The number of carbon atoms of the alkyl group of the dialkyl ester of sulfosuccinic acid is 8 or 9. As the alkyl groups, n-octyl and 2-ethylhexyl groups are preferred. Alkyl groups having a longer chain, such as N-decyl, isodecyl and dodecyl groups are not preferred because the higher alcohols are contained therein in considerable amounts, they have a high boiling point and they remain in the clothes after cleaning and give an unpleasant smell to the cleaned clothes. In the case of alkyl groups having a carbon number of 7 or less, the hydrophilic property is too high and the water solubility is reduced.
The higher fatty acid that is used as the starting material for preparing the alkylene oxide adduct of the higher fatty acid alkanolamide contains 10 to 18 carbon atoms, and higher fatty acids derived from natural fatty acids such as coconut oil, palm oil and beef tallow can be used or synthetic fatty acids having the above carbon number range can also be employed.

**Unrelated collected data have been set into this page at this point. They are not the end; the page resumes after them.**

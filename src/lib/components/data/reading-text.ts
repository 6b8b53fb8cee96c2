/** The grid of a sheet as the service keeps it: fetched once for as long as the same sheet is looked at. */
import type { GridWorkbook } from '$lib/schemas/sheet';
import type { Problem } from '$lib/server/http';

export type FetchedReading = { workbook: GridWorkbook; text: string } | { refused: string };

let last: { key: string; reading: Promise<FetchedReading> } | null = null;

/** A sheet never changes: coming back to it, or saving, fetches nothing anew. What failed is tried again. */
export function readingOf(study: string, sheet: string): Promise<FetchedReading> {
	const key = `${study} ${sheet}`;
	if (last?.key === key) return last.reading;
	const reading = fetchReading(`/studies/${study}/data/sheets/${sheet}/reading`);
	last = { key, reading };
	void reading.then((outcome) => {
		if ('refused' in outcome && last?.reading === reading) last = null;
	});
	return reading;
}

async function fetchReading(href: string): Promise<FetchedReading> {
	try {
		const response = await fetch(href);
		const text = await response.text();
		if (!response.ok) return { refused: (JSON.parse(text) as Problem).detail };
		return { workbook: JSON.parse(text) as GridWorkbook, text };
	} catch (caught) {
		return {
			refused:
				caught instanceof SyntaxError
					? 'The service gave no readable answer. Load the page again; if it stays so, tell your admin.'
					: 'There is no connection to the service. Load the page again when it is back.'
		};
	}
}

The alkanolamine that is used for formation of the higher fatty acid alkanolamide includes mono- and di-alkanolamines having 2 or 3 carbon atoms in the alkanol group. As specific examples of the alkanolamine, there can be mentioned monoalkanolamines such as monoethanolamine and monoisopropanolamine and dialkanolamines such as diethanolamine and diisopropanol amine. Monoethanolamine is especially preferred. The alkylene oxide to be added is an alkylene oxide having 2 or 3 carbon atoms and it includes ethylene oxide and propylene oxide. Ethylene oxide is especially preferred. The mole number of the added alkylene oxide units is 1 to 7, preferably 2 to 5.
FIG. 1 is a graph illustrating the solubility of water in a two-component system comprising (A) an alkanolamine salt of linear dodecylbenzenesulfonic acid and (B) di-(2-ethylhexyl) sulfosuccinate. The measurement was conducted at 25° C by using a 1% detergent solution in Perclene.

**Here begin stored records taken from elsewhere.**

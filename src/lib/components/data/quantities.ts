import { columnLetter } from '$lib/assay/grid';
import { unitText } from '$lib/client/numbers';
import { isFitted, type Fittable, type Quantity } from '$lib/schemas/quantity';
import type { AssayValue } from '$lib/schemas/run';

export const quantityText = (q: Quantity): string => `${q.value} ${unitText(q.unit)}`;

/** "0.5 mol/L", or that the fit is to find it. */
export function fittableText(f: Fittable): string {
	if (!isFitted(f)) return quantityText(f);
	return f.guess ? `to be fitted, from ${quantityText(f.guess)}` : 'to be fitted';
}

/** "row 9", or "column D" of a sheet whose times run across. */
export const sourceWords = (source: { row: number; column?: number }): string =>
	source.column ? `column ${columnLetter(source.column)}` : `row ${source.row}`;

export function valueText(value: AssayValue | undefined): string {
	if (value === null || value === undefined) return '–';
	if (typeof value === 'number') return String(value).replace('-', '\u2212');
	return 'below' in value ? `< ${value.below}` : `> ${value.above}`;
}

/** What a revision changed, for a person: quantities and lists in words, never raw records. */
export function changeText(value: unknown): string {
	if (value === null || value === undefined) return 'nothing';
	if (typeof value === 'boolean') return value ? 'yes' : 'no';
	if (typeof value === 'string' || typeof value === 'number') return String(value);
	if (typeof value !== 'object') return JSON.stringify(value);
	if ('value' in value && 'unit' in value) return quantityText(value as Quantity);
	if ('fit' in value) return fittableText(value as Fittable);
	if ('below' in value || 'above' in value) return valueText(value as AssayValue);
	if (Array.isArray(value)) return value.length === 1 ? changeText(value[0]) : `${value.length} entries`;
	return Object.entries(value)
		.map(([key, inner]) => `${key} ${changeText(inner)}`)
		.join(', ');
}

O: monoisopropanolamine salt of (A)
X: diisopropanolamine salt of (A)
FIG. 2 is a graph illustrating the solubilization limit curves of 10% detergent solutions in Perclene. The water-solubilization range, in which transparent solutions exist, is on the left side of each curve, whereas the solutions are white turbid to the right of the respective curves. Curves A, B, C, D and E show the results obtained with respect to detergents A, B, C, D and E of Example 1, respectively.
FIG. 3 is a graph illustrating the solubilization limit curves of 1% detergent solutions in Perclene. The water-solubilization range is on the left side of each curve. Curves A, B, C, D and E show the results obtained with respect to detergents A, B, C, D and E of Example 1, respectively.
As is seen from the results shown in FIG. 1, the alkanolamine salt of the linear alkylbenzenesulfonic acid (A) and the dialkyl ester of sulfosuccinic acid (B) have a prominent synergistic effect with respect to the water solubility. The mixing ratio of (A) the alkanolamine salt of the linear alkylbenzenesulfonic acid to (B) the dialkyl ester of sulfosuccinic acid, namely the ratio (A)/(B), according to the invention, is in the range of from 15/85 to 50/50, preferably from 20/80 to 40/60.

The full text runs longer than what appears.